Corporate Accountability and Public Participation Africa (CAPPA) has called on the Federal and Ondo State governments to intervene in Abereke community, Ilaje Local Government Area, where residents face worsening conditions from recurring oil spills and ocean surges. A field visit by CAPPA revealed extensive environmental damage, including contaminated water bodies and destroyed fishing equipment, following an oil spill last October allegedly linked to Guarantee Petroleum Company. The spill has crippled fishing, the community's primary livelihood, while coastal erosion and tidal surges have submerged land and destroyed the only primary school. Domestic animals, including goats, sheep and pigs, have died, and access to clean water is increasingly difficult. CAPPA reported that despite repeated appeals, the community has received little response from state authorities or oil firms. The group documented widespread destruction of aquatic life and fishing tools such as nets, boats and engines. Healthcare access is limited, with residents relying on local remedies. CAPPA demanded an environmental impact assessment, immediate clean-up, coastal protection infrastructure, compensation for residents and restoration of schools and livelihoods.

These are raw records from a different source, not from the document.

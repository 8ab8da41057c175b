"""The HTML renderer: any :class:`~audit.report.document.Report`, with its charts, as one self-contained page.

Sections become ``<section>`` elements with ``<h2>`` titles, labelled rows a
definition list, tables real tables (numbers right-aligned, names never
wrapped; a table of more than :data:`FOLD_ROWS` rows folds into a
``<details>`` element), findings a list with each suggested command in a
``<pre>`` block on one line, notes a smaller italic voice. Each chart
(:class:`~audit.report.charts.base.Chart`) goes into the section whose title
it names: after the heading it names, or else before the section's first
table (after its opening lines); charts naming no section of the report get a
section of their own.

Every string is made safe (:func:`audit.report.text.visible`) and escaped;
nothing in a name is read as HTML. The page references nothing outside
itself: the style sheet is inline (:mod:`.style`), the charts are inline SVG.
"""

from __future__ import annotations

import html
from collections.abc import Sequence

from ..charts.base import Chart
from ..document import (
    Bar,
    Block,
    Bullets,
    Cell,
    CellValue,
    Column,
    Fields,
    Heading,
    Note,
    Paragraph,
    Report,
    Section,
    Table,
)
from ..text import CAUTION, finite, fmt, visible
from .style import CSS

__all__ = ["FOLD_ROWS", "PICTURES_TITLE", "fragment", "page"]

#: Tables with more rows fold into a <details> element (open it to read them).
FOLD_ROWS = 25
#: Title of the section holding charts whose own section the report does not show.
PICTURES_TITLE = "More pictures"


def esc(text: str) -> str:
    """``text`` safe inside HTML text or an attribute value."""
    return html.escape(visible(str(text)), quote=True)


def _tone(tone: str | None) -> str:
    return f' class="tone-{tone}"' if tone and tone != "plain" else ""


# ----------------------------------------------------------------------------- blocks


def _cell(cell: CellValue, column: Column, first: bool) -> str:
    classes = []
    if column.role == "number":
        classes.append("num")
    if column.role == "name":
        classes.append("name")
    if isinstance(cell, Bar):
        width = cell.fraction
        share = f"{100 * width:.1f}%" if finite(width) else "0%"
        label = fmt(cell.value) if finite(cell.value) else "n/a"
        return f'<td class="bar"><span class="bar" style="width: {share}" role="img" aria-label="{label}"></span></td>'
    text, tone = (cell.text, cell.tone or column.tone) if isinstance(cell, Cell) else (cell, column.tone)
    if tone and tone != "plain":
        classes.append(f"tone-{tone}")
    attrs = f' class="{" ".join(classes)}"' if classes else ""
    tag = "th" if first and column.role == "name" else "td"
    scope = ' scope="row"' if tag == "th" else ""
    return f"<{tag}{scope}{attrs}>{esc(text)}</{tag}>"


def _table(table: Table) -> str:
    numbers = ' class="num"'
    head = "".join(
        f'<th scope="col"{numbers if c.role == "number" else ""}>{esc(c.header)}</th>' for c in table.columns
    )
    body = "\n".join(
        "<tr>" + "".join(_cell(v, c, k == 0) for k, (v, c) in enumerate(zip(row, table.columns, strict=True))) + "</tr>"
        for row in table.rows
    )
    out = f'<div class="table-wrap"><table>\n<thead><tr>{head}</tr></thead>\n<tbody>\n{body}\n</tbody></table></div>'
    if len(table.rows) > FOLD_ROWS:
        return f"<details><summary>Table of {len(table.rows)} rows (open to read)</summary>\n{out}\n</details>"
    return out


def _fields(block: Fields) -> str:
    rows = []
    for f in block.rows:
        lines = "".join(f"<li>{esc(line)}</li>" for line in f.lines)
        extra = f"<ul>{lines}</ul>" if lines else ""
        rows.append(f"<dt>{esc(f.label)}</dt><dd{_tone(f.tone)}>{esc(f.text)}{extra}</dd>")
    return '<dl class="fields">\n' + "\n".join(rows) + "\n</dl>"


def _bullets(block: Bullets) -> str:
    items = []
    for item in block.items:
        commands = "".join(f'<pre class="command"><code>{esc(c)}</code></pre>' for c in item.commands)
        items.append(f"<li><p>{esc(item.text)}</p>{commands}</li>")
    return '<ul class="findings">\n' + "\n".join(items) + "\n</ul>"


def block_html(block: Block) -> str:
    """One block of a report as HTML."""
    if isinstance(block, Fields):
        return _fields(block)
    if isinstance(block, Table):
        return _table(block)
    if isinstance(block, Paragraph):
        return f"<p{_tone(block.tone)}>{esc(block.text)}</p>"
    if isinstance(block, Note):
        return f'<p class="note">{esc(block.text)}</p>'
    if isinstance(block, Heading):
        return f"<h3>{esc(block.text)}</h3>"
    if isinstance(block, Bullets):
        return _bullets(block)
    raise TypeError(f"not a report block: {block!r}")


def chart_html(chart: Chart) -> str:
    """A chart as a ``<figure>``: its title, the SVG, and how to read it."""
    svg = chart.svg.replace("<svg ", f'<svg aria-label="{esc(chart.title)}" ', 1)
    shape = f' data-shape="{"x".join(str(v) for v in chart.shape)}"' if chart.shape else ""
    return (
        f'<figure class="chart" id="{esc(chart.key)}"{shape}>\n'
        f'<figcaption><span class="chart-title">{esc(chart.title)}</span></figcaption>\n'
        f'{svg}\n<p class="chart-note">{esc(chart.caption)}</p>\n</figure>'
    )


# ----------------------------------------------------------------------------- the page


def _placed(blocks: Sequence[Block], charts: Sequence[Chart]) -> list[str]:
    """The section's blocks with its charts: after the heading a chart names, else before the first table.

    Charts naming a heading the section does not hold, and charts naming none
    in a section made of headings, go at its end.
    """
    first = next((i for i, b in enumerate(blocks) if isinstance(b, Table)), len(blocks))
    headings = {b.text: i + 1 for i, b in enumerate(blocks) if isinstance(b, Heading)}
    slots: dict[int, list[str]] = {}
    end = len(blocks)
    for c in charts:
        # in a section of headings the tables belong to them: a chart naming none goes last
        at = headings.get(c.heading, end) if c.heading else (end if headings else first)
        slots.setdefault(at, []).append(chart_html(c))
    parts: list[str] = []
    for i, b in enumerate(blocks):
        parts += slots.get(i, [])
        parts.append(block_html(b))
    return parts + slots.get(len(blocks), [])


def fragment(report: Report, charts: Sequence[Chart] = (), prefix: str = "nd", *, style: bool = True) -> str:
    """``report`` and its ``charts`` as one ``<div class="netdim">`` (style sheet included), for a notebook.

    Parameters
    ----------
    report : Report
        Any report.
    charts : sequence of Chart
        Placed in the sections whose titles they name.
    prefix : str, optional
        Prefix of the sections' element ids.
    style : bool, optional
        Include the style sheet (a page puts it in its head instead).

    Returns
    -------
    str
        The title, the caution, a list of contents, the sections and, last,
        the caution again.
    """
    titles = {s.title for s in report.sections if s.title}
    by_section: dict[str, list[Chart]] = {}
    for c in charts:
        by_section.setdefault(c.section if c.section in titles else PICTURES_TITLE, []).append(c)
    sections = list(report.sections)
    if PICTURES_TITLE in by_section:
        sections.insert(max(0, len(sections) - 1), Section(PICTURES_TITLE))
    contents, body = [], []
    for k, section in enumerate(sections):
        ident = f"{prefix}-s{k}"
        parts = _placed(section.blocks, by_section.get(section.title or "", []))
        if section.title:
            count = len(by_section.get(section.title, []))
            pictures = f" ({count} chart{'s' if count != 1 else ''})" if count else ""
            contents.append(f'<li><a href="#{ident}">{esc(section.title)}</a>{pictures}</li>')
            parts.insert(0, f"<h2>{esc(section.title)}</h2>")
        body.append(f'<section id="{ident}">\n' + "\n".join(parts) + "\n</section>")
    nav = '<nav class="contents"><ol>\n' + "\n".join(contents) + "\n</ol></nav>"
    sheet = f"<style>\n{CSS}\n</style>\n" if style else ""
    return (
        f'<div class="netdim" lang="en">\n{sheet}<header><h1>{esc(report.title)}</h1>\n'
        f'<p class="caution">{esc(CAUTION)}</p>\n{nav}\n</header>\n' + "\n".join(body)
        + f'\n<footer><p class="caution">{esc(CAUTION)}</p></footer>\n</div>'
    )


def page(report: Report, charts: Sequence[Chart] = (), prefix: str = "nd", generator: str = "netdim") -> str:
    """``report`` and its ``charts`` as a whole HTML5 document, self-contained.

    Parameters
    ----------
    report : Report
        Any report.
    charts : sequence of Chart
        Placed as :func:`fragment` does.
    prefix : str, optional
        Prefix of the sections' element ids.
    generator : str, optional
        The ``<meta name="generator">`` content (netdim and its version).

    Returns
    -------
    str
        ``<!DOCTYPE html>`` and one page ending in a newline; it loads nothing
        from anywhere (no scripts, fonts, images or style sheets outside it).
    """
    body = fragment(report, charts, prefix, style=False)
    return (
        "<!DOCTYPE html>\n<html lang=\"en\">\n<head>\n<meta charset=\"utf-8\">\n"
        '<meta name="viewport" content="width=device-width, initial-scale=1">\n'
        f'<meta name="generator" content="{esc(generator)}">\n<title>{esc(report.title)}</title>\n'
        f"<style>\n{CSS}\n</style>\n</head>\n<body>\n{body}\n</body>\n</html>\n"
    )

The organisation noted similar oil spill challenges across the Ilaje region, with communities accusing Agip, Shell, Chevron and Guarantee Petroleum Company of contributing to ecological harm. "Abereke is in the throes of a preventable disaster," said Martins Ogunlade, CAPPA's Associate Director. "What we saw is a community abandoned to the combined impacts of corporate irresponsibility and government inaction."

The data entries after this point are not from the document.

"""The error of freezing groups of inputs: E[(f(A) - f(A_B^{(u)}))^2] for each group u.

Freezing the inputs u at a random draw changes the output by
f(x) - f(x_{-u}, x'_u), whose mean square is 2 tau_u (tau_u the un-normalised
total index of the group). Per design point the rows are f(A) and, for each
group, f(A) with the group's columns from B: N(G + 1) evaluations. Each group's
variance pools its own pair f(A), f(A_B^{(u)}), both distributed as f(x), so
that the error is normalised by a variance from the same rows.

References
----------
.. [1] The freezing error 2 tau_u follows from the ANOVA decomposition (common
   practice, no source).
"""

from __future__ import annotations

from collections.abc import Sequence
from dataclasses import dataclass
from typing import Any

import numpy as np

from .base import Moments

__all__ = ["FreezeError", "FreezeRep", "FreezeSums"]


@dataclass
class FreezeRep:
    """One randomization: ``mse`` and ``variance`` of shape (G, k)."""

    mse: np.ndarray
    variance: np.ndarray


class FreezeSums:
    """Per group: moments of the pair f(A), f(A_B^{(u)}) and the sum of squared changes."""

    def __init__(self, k: int, g: int) -> None:
        self.k, self.g = int(k), int(g)
        self.rows = 0
        self.moments = [Moments(k) for _ in range(g)]
        self.sq = np.zeros((g, k))

    def add(self, y: np.ndarray, context: Any = None) -> None:
        n = y.shape[0] // (self.g + 1)
        yA = y[:n]
        self.rows += n
        for u in range(self.g):
            yu = y[(u + 1) * n : (u + 2) * n]
            self.moments[u].add(np.concatenate([yA, yu]))
            diff = yu - yA
            self.sq[u] += np.einsum("nk,nk->k", diff, diff)

    def merge(self, other: FreezeSums) -> None:
        if (other.k, other.g) != (self.k, self.g):
            raise ValueError("cannot merge sums of different shapes.")
        self.rows += other.rows
        for mine, theirs in zip(self.moments, other.moments, strict=True):
            mine.merge(theirs)
        self.sq += other.sq

    def state(self) -> dict[str, np.ndarray]:
        return {
            "meta": np.array([self.k, self.g, self.rows]),
            "count": np.array([m.count for m in self.moments]),
            "mean": np.array([m.mean for m in self.moments]),
            "m2": np.array([m.m2 for m in self.moments]),
            "sq": self.sq,
        }

    @classmethod
    def from_state(cls, s: dict[str, np.ndarray]) -> FreezeSums:
        k, g, rows = (int(v) for v in s["meta"])
        out = cls(k, g)
        out.rows, out.sq = rows, np.array(s["sq"])
        for u, m in enumerate(out.moments):
            m.count, m.mean, m.m2 = int(s["count"][u]), np.array(s["mean"][u]), np.array(s["m2"][u])
        return out

    def finish(self, ddof: int) -> FreezeRep:
        if self.rows == 0:
            raise ValueError("no rows have been added.")
        return FreezeRep(self.sq / self.rows, np.array([m.variance(ddof) for m in self.moments]))


class FreezeError:
    """Mean squared change of the outputs when each group of inputs is redrawn.

    Parameters
    ----------
    d : int
        Number of inputs.
    groups : sequence of sequence of int
        The groups u (input indices) to freeze.
    """

    name = "freeze"
    label = "freezing error (pick-freeze over groups of inputs)"
    copies = 2

    def __init__(self, d: int, groups: Sequence[Sequence[int]]) -> None:
        self.d = int(d)
        self.groups = [list(map(int, g)) for g in groups]
        if not self.groups:
            raise ValueError("the freezing error needs at least one group.")

    def settings(self) -> dict[str, Any]:
        """What, besides the design, this estimator's numbers depend on (for checkpoints)."""
        return {"groups": self.groups}

    def rows_per_point(self) -> int:
        return len(self.groups) + 1

    def check(self, points: int) -> None:
        return None

    def layout(self, block: Any, dtype: Any) -> tuple[np.ndarray, None]:
        A, B = block.A.astype(dtype, copy=False), block.B.astype(dtype, copy=False)
        parts = [A]
        for u in self.groups:
            ab = A.copy()
            ab[:, u] = B[:, u]
            parts.append(ab)
        return np.concatenate(parts), None

    def sums(self, units: int, detail: bool, block: Any = None) -> FreezeSums:
        return FreezeSums(units, len(self.groups))

    def restore(self, state: dict[str, np.ndarray]) -> FreezeSums:
        return FreezeSums.from_state(state)

    def state_size(self, units: int, detail: bool) -> int:
        return units * 4 * len(self.groups)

Martins Ogunlade of CAPPA did not mince words: Abereke is suffering from a preventable disaster made real by the double failure of oil companies and government at every level. The fact that an oil spill from last October remains uncleaned and continues to destroy livelihoods exposes a system where environmental damage is treated as a permanent feature, not an emergency requiring response.

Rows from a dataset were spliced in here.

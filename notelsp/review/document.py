"""Review a whole document: scan it, analyse each species, run the rules.

Pure: text in, a :class:`DocumentReview` out.  The findings of one annotation
depend only on its own text and the settings, so they are cached by that text
(position-free) and shifted into place; a species is analysed once per
process by the analyser's own cache.
"""

from __future__ import annotations

from dataclasses import dataclass
from functools import cached_property, lru_cache
from typing import Any, Literal

from ..chem import analyse
from ..notation import scan
from ..notation.model import Annotation, ScannedDocument, Span
from ..positions import LineIndex
from .findings import Finding, Fix
from .rules import RuleContext, rules_for
from .settings import Settings

DocumentKind = Literal["markdown", "text"]


@dataclass(frozen=True)
class DocumentReview:
    text: str
    scanned: ScannedDocument
    findings: tuple[Finding, ...]
    @cached_property
    def line_index(self) -> LineIndex:
        return LineIndex(self.text)

    @property
    def annotations(self) -> tuple[Annotation, ...]:
        return self.scanned.annotations

    def analyses_of(self, annotation: Annotation) -> tuple[Any, ...]:
        return analyses_of(annotation)

    def annotation_at(self, offset: int) -> Annotation | None:
        for annotation in self.scanned.annotations:
            if annotation.span.start <= offset <= annotation.span.end:
                return annotation
        return None

    def findings_in(self, span: Span) -> tuple[Finding, ...]:
        """Findings whose range overlaps ``span`` (touching counts, so empty ranges are found)."""
        return tuple(f for f in self.findings if f.span.start <= span.end and span.start <= f.span.end)


def kind_of_path(path: str) -> DocumentKind:
    return "text" if path.lower().endswith(".txt") else "markdown"


def analyses_of(annotation: Annotation) -> tuple[Any, ...]:
    return tuple(analyse(formula) for formula in annotation.formulas)


def review_text(text: str, kind: DocumentKind = "markdown", settings: Settings | None = None) -> DocumentReview:
    settings = settings or Settings()
    scanned = scan(text, kind)
    findings: list[Finding] = []
    for annotation in scanned.annotations:
        findings.extend(review_annotation(text, annotation, settings))
    for error in scanned.errors:
        findings.extend(_notation_error_findings(error, settings))
    findings.sort(key=lambda f: (f.span.start, f.span.end, f.code))
    return DocumentReview(text, scanned, tuple(findings))


def review_annotation(text: str, annotation: Annotation, settings: Settings) -> tuple[Finding, ...]:
    """Findings of one annotation, from the position-free cache."""
    start = annotation.span.start
    relative = _cached_review(text[start : annotation.span.end], annotation.form, settings, _Keyed(annotation))
    return tuple(_shift(finding, start) for finding in relative)


class _Keyed:
    """Carries the annotation into the cached call without being part of its key."""

    __slots__ = ("annotation",)

    def __init__(self, annotation: Annotation) -> None:
        self.annotation = annotation

    def __hash__(self) -> int:
        return 0

    def __eq__(self, other: object) -> bool:
        return isinstance(other, _Keyed)


@lru_cache(maxsize=20_000)
def _cached_review(source: str, form: str, settings: Settings, keyed: _Keyed) -> tuple[Finding, ...]:
    annotation = keyed.annotation
    analyses = analyses_of(annotation)
    found: list[Finding] = []
    targets = [None, *annotation.claims]
    for claim in targets:
        for rule in rules_for(claim):
            if not settings.enabled(rule.code):
                continue
            context = RuleContext(rule, annotation, claim, analyses, settings)
            found.extend(rule.check(context))
    return tuple(_shift(finding, -annotation.span.start) for finding in found)


def _notation_error_findings(error: Any, settings: Settings) -> list[Finding]:
    from .rules import RULES

    rule = RULES.get(error.code)
    if rule is None or not settings.enabled(rule.code):
        return []
    fixes = (Fix(f"Replace with '{error.suggestion}'", error.span, error.suggestion),) if error.suggestion else ()
    return [Finding(rule.code, settings.severity_of(rule), error.message, error.span, "", None, fixes)]


def _shift(finding: Finding, delta: int) -> Finding:
    if delta == 0:
        return finding
    fixes = tuple(Fix(f.title, f.span.shifted(delta), f.replacement) for f in finding.fixes)
    return Finding(
        finding.code,
        finding.severity,
        finding.message,
        finding.span.shifted(delta),
        finding.formula,
        finding.claim,
        fixes,
    )
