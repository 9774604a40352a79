"""The "convert to subscripts" fix: ``ClF3`` -> ``ClF₃`` (counts only, never charges)."""

from __future__ import annotations

from ..notation.model import Atom, Formula, Group, Span
from .findings import Fix

_SUBSCRIPT = str.maketrans("0123456789", "₀₁₂₃₄₅₆₇₈₉")


def _count_spans(text: str, parts: tuple[Atom | Group, ...]) -> list[Span]:
    """The spans of the ASCII count digits that end each atom or group."""
    spans: list[Span] = []
    for part in parts:
        if isinstance(part, Group):
            spans.extend(_count_spans(text, part.parts))
        written = text[part.span.start : part.span.end]
        digits = len(written) - len(written.rstrip("0123456789"))
        if digits:
            spans.append(Span(part.span.end - digits, part.span.end))
    return spans


def subscript_fix(text: str, formula: Formula) -> Fix | None:
    """One fix rewriting the formula's counts as subscript digits; None when there are none."""
    spans = _count_spans(text, formula.parts)
    if not spans:
        return None
    start, end = min(s.start for s in spans), max(s.end for s in spans)
    written = list(text[start:end])
    for span in spans:
        for offset in range(span.start, span.end):
            written[offset - start] = text[offset].translate(_SUBSCRIPT)
    return Fix("Convert counts to subscripts", Span(start, end), "".join(written))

This is not an isolated incident but part of a long-standing pattern in Nigeria's coastal communities, where extractive activities proceed with little regard for local survival. In Abereke, the collapse of the only primary school and the absence of healthcare reflect how environmental neglect cascades into social collapse. The accusation against both indigenous firms like Guarantee Petroleum and multinationals such as Shell and Chevron points to a broader network of accountability failure, where no operator feels compelled to act even when communities name them directly.
For the people of Abereke, this means living in a landscape where fishing — their economic backbone — is no longer viable, clean water is a commodity, and children have no school. The slow death of such communities is not accidental but structural, sustained by policies that allow resources to be taken while leaving ruin behind.
This mirrors the fate of many oil-impacted areas across the Niger Delta, where promises outweigh action and visits yield statements, not solutions. Abereke's crisis fits a national trend: ecological degradation tolerated in silence until entire communities are erased — not by war or famine, but by neglect.